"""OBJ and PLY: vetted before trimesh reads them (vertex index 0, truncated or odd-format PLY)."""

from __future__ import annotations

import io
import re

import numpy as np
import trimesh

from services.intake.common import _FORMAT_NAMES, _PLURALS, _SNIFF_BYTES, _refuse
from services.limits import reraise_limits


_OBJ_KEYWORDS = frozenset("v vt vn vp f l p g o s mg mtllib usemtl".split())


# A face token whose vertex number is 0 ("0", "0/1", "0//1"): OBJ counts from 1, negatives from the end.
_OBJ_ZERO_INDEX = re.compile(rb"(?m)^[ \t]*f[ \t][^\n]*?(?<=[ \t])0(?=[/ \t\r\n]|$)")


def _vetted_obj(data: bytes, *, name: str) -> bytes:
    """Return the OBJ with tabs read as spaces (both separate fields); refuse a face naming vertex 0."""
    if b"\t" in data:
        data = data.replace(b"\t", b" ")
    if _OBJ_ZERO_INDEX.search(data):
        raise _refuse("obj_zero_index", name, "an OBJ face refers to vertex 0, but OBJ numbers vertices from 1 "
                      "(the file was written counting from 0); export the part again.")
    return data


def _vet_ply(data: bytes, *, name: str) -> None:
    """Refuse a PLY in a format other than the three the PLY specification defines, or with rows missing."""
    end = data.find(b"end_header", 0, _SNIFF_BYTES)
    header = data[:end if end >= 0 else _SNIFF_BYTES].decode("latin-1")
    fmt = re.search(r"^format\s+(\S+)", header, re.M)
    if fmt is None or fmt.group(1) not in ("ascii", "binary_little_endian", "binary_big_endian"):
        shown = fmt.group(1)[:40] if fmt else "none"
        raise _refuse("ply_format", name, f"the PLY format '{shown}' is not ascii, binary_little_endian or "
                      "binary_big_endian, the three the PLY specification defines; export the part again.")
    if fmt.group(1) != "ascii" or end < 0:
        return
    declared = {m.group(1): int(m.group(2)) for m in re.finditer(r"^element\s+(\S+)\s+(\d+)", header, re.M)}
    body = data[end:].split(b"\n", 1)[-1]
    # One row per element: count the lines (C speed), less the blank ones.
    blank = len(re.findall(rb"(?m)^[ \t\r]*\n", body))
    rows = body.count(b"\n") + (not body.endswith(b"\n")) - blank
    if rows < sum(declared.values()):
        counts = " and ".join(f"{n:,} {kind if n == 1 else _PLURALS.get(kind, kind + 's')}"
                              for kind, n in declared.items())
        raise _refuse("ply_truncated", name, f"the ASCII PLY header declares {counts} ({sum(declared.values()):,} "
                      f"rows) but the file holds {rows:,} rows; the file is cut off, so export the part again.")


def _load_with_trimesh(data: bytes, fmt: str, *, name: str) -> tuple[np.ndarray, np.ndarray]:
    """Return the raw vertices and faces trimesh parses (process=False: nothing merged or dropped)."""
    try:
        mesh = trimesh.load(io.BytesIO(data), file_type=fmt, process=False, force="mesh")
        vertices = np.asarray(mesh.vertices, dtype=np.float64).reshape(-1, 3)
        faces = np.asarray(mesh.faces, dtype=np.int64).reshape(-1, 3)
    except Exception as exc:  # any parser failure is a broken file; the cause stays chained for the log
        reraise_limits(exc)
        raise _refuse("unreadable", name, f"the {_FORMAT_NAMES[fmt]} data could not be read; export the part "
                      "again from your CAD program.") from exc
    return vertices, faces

--------------------------------------------------

#### Exercise objective
I need exact copies of the lines from the one holding "reraise_limits(exc)" through the end of the records above, and nothing beyond them.

#### Answer to the exercise
        reraise_limits(exc)
        raise _refuse("unreadable", name, f"the {_FORMAT_NAMES[fmt]} data could not be read; export the part "
                      "again from your CAD program.") from exc
    return vertices, faces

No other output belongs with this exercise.